**WHAT YOU NEED TO DO:** Count the lines below containing "their"; state the number only.

**INFORMATION GIVEN:**

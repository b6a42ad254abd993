"""Clocks: proper time along every motion kind, the readings a camera records and how
fast it sees them advance (relview.kinematics.clocks, probes, the proper_time layer)."""

from __future__ import annotations

import math

import numpy as np
import pytest
from scipy.optimize import brentq

from relview.errors import SceneError
from relview.geometry.lightcone import pixel_tolerance
from relview.kinematics.lorentz import C
from relview.probes import probe, probe_many
from relview.renderer import render
from relview.scene.model import scene_from_dict


def _scene(motion, *, camera=None, clock=None, resolution=(64, 36), effects=None, size=0.8):
    cam = {"position": [0.0, 0.0, 0.0], "look_at": [0.0, 1.0, 0.0], "time": 0.0, "fov": 60.0}
    cam.update(camera or {})
    body = {
        "name": "clock",
        "shape": "box",
        "size": [size] * 3,
        "motion": motion,
        "surface": {"blackbody": 5000.0},
    }
    if clock is not None:
        body["clock"] = clock
    render_table = {"resolution": list(resolution)}
    if effects:
        render_table["effects"] = effects
    return scene_from_dict({"camera": cam, "body": [body], "render": render_table})


def _doppler_head_on(beta):
    """Relativistic Doppler factor for a source approaching head-on at beta (Einstein 1905,
    section 7: nu'/nu = sqrt((1 + beta)/(1 - beta)))."""
    return math.sqrt((1.0 + beta) / (1.0 - beta))


# ----------------------------------------------------------------- inertial clocks


@pytest.mark.parametrize("beta, expected", [(0.8, 3.0), (0.9, math.sqrt(19.0))])
def test_head_on_approach_runs_fast_by_the_doppler_factor(beta, expected):
    # Einstein 1905, section 7: D = sqrt((1 + b)/(1 - b)) = 3 at 0.8c, sqrt(19) = 4.36 at
    # 0.9c (not the 10x sometimes quoted)
    assert _doppler_head_on(beta) == pytest.approx(expected, rel=1e-15)
    scene = _scene({"kind": "uniform", "beta": [0.0, -beta, 0.0], "position": [0.0, 300.0, 0.0]})
    times = np.array([0.0, 2e-7])
    res = [probe(scene, "clock", [0.0, 0.0, 0.0], time=t) for t in times]
    for r in res:
        assert r.tick_rate == pytest.approx(expected, rel=1e-12)
    seen = (res[1].proper_time - res[0].proper_time) / (times[1] - times[0])
    assert seen == pytest.approx(expected, rel=1e-9)
    # the camera's own clock runs at one second per second, the computed clock at 1/gamma
    assert res[1].camera_proper_time - res[0].camera_proper_time == pytest.approx(2e-7, rel=1e-12)
    computed = (res[1].computed_proper_time - res[0].computed_proper_time) / (times[1] - times[0])
    assert computed == pytest.approx(math.sqrt(1.0 - beta * beta), rel=1e-9)


def test_receding_clock_runs_slow_by_one_third():
    # Einstein 1905, section 7: D = sqrt((1 - b)/(1 + b)) = 1/3 at 0.8c receding
    scene = _scene({"kind": "uniform", "beta": [0.0, 0.8, 0.0], "position": [0.0, 3.0, 0.0]})
    times = np.array([1e-7, 3e-7])
    res = [probe(scene, "clock", [0.0, 0.0, 0.0], time=t) for t in times]
    assert res[0].tick_rate == pytest.approx(1.0 / 3.0, rel=1e-12)
    seen = (res[1].proper_time - res[0].proper_time) / (times[1] - times[0])
    assert seen == pytest.approx(1.0 / 3.0, rel=1e-9)


def test_clock_seen_at_right_angles_runs_slow_by_gamma():
    # Einstein 1905, section 7: nu' = nu gamma (1 - b cos phi), phi measured in the
    # camera's frame; light reaching the camera at right angles to the motion (phi = 90
    # deg, emitted abeam) gives D = 1/gamma = 0.6 at 0.8c
    d = 30.0
    scene = _scene({"kind": "uniform", "beta": [0.8, 0.0, 0.0], "position": [0.0, d, 0.0]})
    t = d / C  # light emitted at t = 0 from x = 0 arrives now, at right angles
    r = probe(scene, "clock", [0.0, 0.0, 0.0], time=t)
    assert r.emit_time == pytest.approx(0.0, abs=1e-18)
    assert r.tick_rate == pytest.approx(0.6, rel=1e-12)
    assert r.doppler == pytest.approx(0.6, rel=1e-12)
    dt = 1e-12
    a = probe(scene, "clock", [0.0, 0.0, 0.0], time=t - dt).proper_time
    b = probe(scene, "clock", [0.0, 0.0, 0.0], time=t + dt).proper_time
    assert (b - a) / (2 * dt) == pytest.approx(0.6, rel=1e-6)


def test_clock_setting_and_camera_clock():
    # the settable reading: the clock reads `reading` at the reference point's event at
    # scene time `time`; the camera's clock likewise (scene-file keys of our own)
    scene = _scene(
        {"kind": "uniform", "beta": [0.0, -0.6, 0.0], "position": [0.0, 50.0, 0.0]},
        clock={"reading": 5.0, "time": 1e-8},
        camera={"time": 1e-8, "clock": {"reading": -2.0, "time": 0.0}},
    )
    r = probe(scene, "clock", [0.0, 0.0, 0.0])
    assert r.computed_proper_time == 5.0
    assert r.camera_proper_time == pytest.approx(-2.0 + 1e-8, rel=1e-15)
    # 0.6c: gamma = 1.25, so the light left (delay) earlier, 0.8 delay of proper time before
    assert r.proper_time == pytest.approx(5.0 - 0.8 * r.light_delay, abs=1e-20)


def test_clock_keys_are_checked():
    with pytest.raises(SceneError, match="readng"):
        _scene({"kind": "uniform"}, clock={"readng": 1.0})
    with pytest.raises(SceneError, match="reading"):
        _scene({"kind": "uniform"}, clock={"reading": "noon"})


def test_galilean_clocks_keep_scene_time():
    # contraction off (Galilean kinematics): no time dilation, the clock advances with
    # scene time; the seen rate is the classical Doppler factor 1/(1 - b) = 5 (common
    # practice: the pre-relativistic moving-source formula)
    scene = _scene(
        {"kind": "uniform", "beta": [0.0, -0.8, 0.0], "position": [0.0, 300.0, 0.0]},
        effects={"contraction": False},
    )
    r = probe(scene, "clock", [0.0, 0.0, 0.0], time=1e-7)
    assert r.proper_time == pytest.approx(r.emit_time, rel=1e-12)
    assert r.tick_rate == pytest.approx(5.0, rel=1e-12)


# ----------------------------------------------------------------- accelerated clocks


def test_hyperbolic_proper_time_and_seen_reading():
    # Rindler 2006, section 3.8: a body at rest at t = 0 with proper acceleration a has
    # proper time tau = (c/a) asinh(a t / c) and x = (c^2/a)(sqrt(1 + (a t/c)^2) - 1)
    acc = 1e16  # m/s^2: c^2/a = 9 m
    scene = _scene(
        {"kind": "hyperbolic", "acceleration": [acc, 0.0, 0.0], "position": [0.0, 6.0, 0.0]}
    )
    length = C * C / acc
    for t in (-1e-8, 1e-8, 4e-8):  # the camera inside the past horizon, ct > -c^2/a
        r = probe(scene, "clock", [0.0, 0.0, 0.0], time=t)
        assert r.computed_proper_time == pytest.approx(
            C / acc * math.asinh(acc * t / C), rel=1e-12, abs=1e-22
        )

        # our own retarded solve with scipy's brentq: the camera at rest at the origin
        def light_cone(te, tc=t):
            x = length * (math.sqrt(1.0 + (acc * te / C) ** 2) - 1.0)
            return C * (tc - te) - math.hypot(x, 6.0)

        def solve(tc):
            step = 1e-8  # widen the bracket until the light cone is crossed
            while light_cone(tc - step, tc) <= 0.0:
                step *= 2.0
            return brentq(lambda s: light_cone(s, tc), tc - step, tc, xtol=1e-26, rtol=1e-15)

        te = solve(t)
        assert r.emit_time == pytest.approx(te, rel=1e-12, abs=1e-22)
        assert r.proper_time == pytest.approx(
            C / acc * math.asinh(acc * te / C), rel=1e-10, abs=1e-21
        )
        # the seen tick rate against the derivative of that reading (central difference)
        h = 1e-12

        def seen(tc):
            return C / acc * math.asinh(acc * solve(tc) / C)

        assert r.tick_rate == pytest.approx((seen(t + h) - seen(t - h)) / (2 * h), rel=1e-5)
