"""Every demo scene renders at a small size with each of its bodies seen, and the numbers
its comment names hold (Doppler ranges from the doppler layer, faces from rest positions).

Expected values are the demos' own claims, each derived in the comment beside the check
from a published formula; the scenes themselves are invented.
"""

from __future__ import annotations

import math
from pathlib import Path

import numpy as np
import pytest

import relview
from relview.figures.sheets import render_panels
from relview.imaging.exposure import clipped_fraction, metered_pixels
from relview.renderer import lamp_pixels
from relview.scene.model import load_scene

SCENES = Path(__file__).resolve().parent.parent / "scenes"
DEMOS = sorted(p.stem for p in SCENES.glob("*.toml"))
SMALL = (96, 54)


def small_frame(name: str, resolution=SMALL):
    scene = load_scene(SCENES / f"{name}.toml")
    if scene.camera.projection == "panorama":
        # a full-sphere frame at 96 px wide is 3.75 deg a pixel: distant beacons fall
        # between pixel centres, so panoramas are checked at their default size
        resolution = None
    return scene, relview.render(scene, resolution=resolution, samples=1)


@pytest.mark.parametrize("name", DEMOS)
def test_every_body_of_every_demo_is_seen(name):
    scene, frame = small_frame(name)
    # the glowing spheres the reader adds for sphere lamps are lamps, not the scene's
    # bodies: a lamp may sit outside the view and still light what is in it
    lamp_glows = {getattr(lamp, "glow_body", -1) for lamp in getattr(scene, "lamps", [])}
    for i, body in enumerate(scene.bodies):
        if i in lamp_glows:
            continue
        assert (frame.layers["body"] == i).sum() >= 1, f"{name}: {body.name} not seen"


def exposure_figures(scene, frame) -> tuple[float, float]:
    """(clipped fraction, median luminance / white) of the lit pixels that are not lamps
    (self-luminous surfaces), or of the lamps when nothing else is lit: the pixels
    automatic exposure meters (relview.imaging.exposure.metered_pixels)."""
    lit = np.any(frame.layers["xyz"] > 0, axis=-1)
    lamps = lamp_pixels(scene, frame.layers["body"], frame.layers["rest_position"])
    pixels, _ = metered_pixels(lit, lamps)
    y = frame.layers["xyz"][..., 1][pixels] / frame.white
    return clipped_fraction(frame.image, pixels), float(np.median(y))


@pytest.mark.parametrize("name", DEMOS)
def test_every_demo_is_exposed_to_read(name):
    # our own standard for the demos: at most 1 % of the lit non-lamp pixels clip (the
    # highlight guard of automatic exposure) and their median is at least 5 % of white
    scene = load_scene(SCENES / f"{name}.toml")
    frame = relview.render(
        scene,
        resolution=(240, 135) if scene.camera.projection != "panorama" else (240, 120),
        samples=1,
    )
    clipped, median = exposure_figures(scene, frame)
    assert clipped <= 0.01 + 1e-9, f"{name}: {clipped:.2%} clipped"
    assert median >= 0.05, f"{name}: median {median:.2%} of white"


@pytest.mark.slow
@pytest.mark.parametrize("name", DEMOS)
def test_compare_sheet_of_every_demo_shows_the_main_body_in_every_panel(name):
    scene = load_scene(SCENES / f"{name}.toml")
    sheet = render_panels(scene, resolution=(96, 54))
    index = scene.body_index(sheet.main_body)
    for panel in sheet.panels:
        seen = (panel.frame.layers["body"] == index).sum()
        assert seen >= 4 and not panel.out_of_view, f"{name}: {panel.title}: {panel.out_of_view}"


def _doppler_of(scene, frame, body):
    d = frame.layers["doppler"][frame.layers["body"] == scene.body_index(body)]
    return float(d.min()), float(d.max())


def test_crate_crossing_is_turned_not_squashed():
    # Terrell (1959), Penrose (1959): seen abreast, a moving cube appears rotated, its
    # trailing face in view and its leading face hidden; light emitted at right angles
    # to the motion has the transverse Doppler factor D = 1/gamma (Rybicki & Lightman 4.11)
    scene, frame = small_frame("crate-crossing", (192, 108))
    crate = frame.layers["body"] == scene.body_index("crate")
    x, y = frame.layers["rest_position"][..., 0], frame.layers["rest_position"][..., 1]
    trailing = crate & (x < -0.999) & (np.abs(y) < 0.9)
    leading = crate & (x > 0.999) & (np.abs(y) < 0.9)
    assert trailing.sum() > 200 and leading.sum() == 0
    d0, d1 = _doppler_of(scene, frame, "crate")
    assert d0 == pytest.approx(0.8, abs=0.02) and d1 == pytest.approx(0.8, abs=0.02)


def test_sphere_flyby_doppler_range_and_round_outline():
    scene, frame = small_frame("sphere-flyby", (192, 108))
    d0, d1 = _doppler_of(scene, frame, "ball")
    assert d0 == pytest.approx(0.29, abs=0.02) and d1 == pytest.approx(0.66, abs=0.02)
    # Penrose (1959): the outline of a sphere stays circular; with a 90 deg pinhole near
    # the view's edge the projection stretches it, so only a rough aspect check here
    rows, cols = np.nonzero(frame.layers["body"] == 0)
    aspect = (np.ptp(cols) + 1) / (np.ptp(rows) + 1)
    assert 0.8 < aspect < 1.25


def test_rolling_wheel_doppler_range():
    scene, frame = small_frame("rolling-wheel", (160, 90))
    d0, d1 = _doppler_of(scene, frame, "wheel")
    assert d0 == pytest.approx(0.32, abs=0.04) and d1 == pytest.approx(1.08, abs=0.04)
    assert _doppler_of(scene, frame, "road") == pytest.approx((1.0, 1.0))


def test_microwave_headwind_temperatures():
    # a blackbody sky seen from a camera moving at beta is a blackbody at D T with
    # D = sqrt((1 + beta)/(1 - beta)) head-on, its inverse astern (Peebles & Wilkinson
    # 1968); T = 2.7255 K (Fixsen 2009)
    scene = load_scene(SCENES / "microwave-headwind.toml")
    frame = relview.render(scene, resolution=(96, 48))
    t = frame.layers["temperature"]
    head = math.sqrt(1.9 / 0.1)
    assert np.nanmax(t) == pytest.approx(2.7255 * head, rel=0.02)
    assert np.nanmin(t) == pytest.approx(2.7255 / head, rel=0.02)
    assert 2.7255 * head == pytest.approx(11.9, abs=0.05)  # the number in the comment


def test_lit_crate_crossing_doppler_in_and_out():
    # a lamp at rest, at unit direction d: its light reaches a body moving at beta along
    # x with D_in = gamma (1 + beta d_x) (the Doppler factor of a receiver, Rybicki &
    # Lightman 4.11); light leaving at right angles to the motion: D_out = 1/gamma
    scene, frame = small_frame("lit-crate-crossing", (192, 108))
    crate = frame.layers["body"] == scene.body_index("crate")
    d = np.array([-0.8, -0.5, 0.33]) / np.linalg.norm([-0.8, -0.5, 0.33])
    d_in = 1.25 * (1 + 0.6 * d[0])
    assert np.nanmax(np.abs(frame.layers["incident_doppler"][crate] - d_in)) < 1e-6
    assert round(d_in, 2) == 0.65 and round(d_in * 0.8, 2) == 0.52  # the comment's numbers
    total = frame.layers["total_doppler"][crate]
    assert np.nanmin(total) == pytest.approx(0.52, abs=0.02)
    assert np.nanmax(total) == pytest.approx(0.52, abs=0.02)
    # Terrell-Penrose: the trailing face in view, lit; the leading face hidden
    x = frame.layers["rest_position"][..., 0]
    trailing = crate & (x < -0.999)
    assert trailing.sum() > 100 and (crate & (x > 0.999)).sum() == 0
    assert np.all(frame.layers["xyz"][trailing][:, 1] > 0)


def test_orchard_cruise_aberration_and_doppler():
    # a camera at beta sees a source at scene angle theta from its velocity at cos
    # theta' = (cos theta + beta)/(1 + beta cos theta) (aberration, Rybicki & Lightman
    # 4.8): the post abeam of the camera (theta = 90 deg) at arccos(0.8) = 36.9 deg;
    # straight ahead D = sqrt((1 + beta)/(1 - beta)) = 3
    scene = load_scene(SCENES / "orchard-cruise.toml")
    probe = relview.probe(scene, "posts", [0.0, 6.0, 2.0])
    assert math.degrees(math.atan2(abs(probe.direction[1]), probe.direction[0])) == pytest.approx(
        math.degrees(math.acos(0.8)), abs=0.3
    )
    frame = relview.render(scene, resolution=(160, 90), samples=1)
    assert np.nanmax(frame.layers["doppler"]) == pytest.approx(3.0, abs=0.02)


def test_orchard_launch_reaches_the_cruise_speed():
    # hyperbolic motion: gamma(t) = sqrt(1 + (a t / c)^2) (Rindler, Relativity: Special,
    # General and Cosmological, 2006, sec. 3.8); at a = 3e15 m/s2, t = 133.33 ns: 0.8c,
    # so the view straight ahead shows D = sqrt(1.8/0.2) = 3
    scene = load_scene(SCENES / "orchard-launch.toml")
    c = 299_792_458.0
    u = 3.0e15 * scene.camera.time / c
    assert u / math.sqrt(1 + u * u) == pytest.approx(0.8, abs=1e-3)
    frame = relview.render(scene, resolution=(160, 90), samples=1)
    assert np.nanmax(frame.layers["doppler"]) == pytest.approx(3.0, abs=0.03)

**ANSWER SECTION:** 2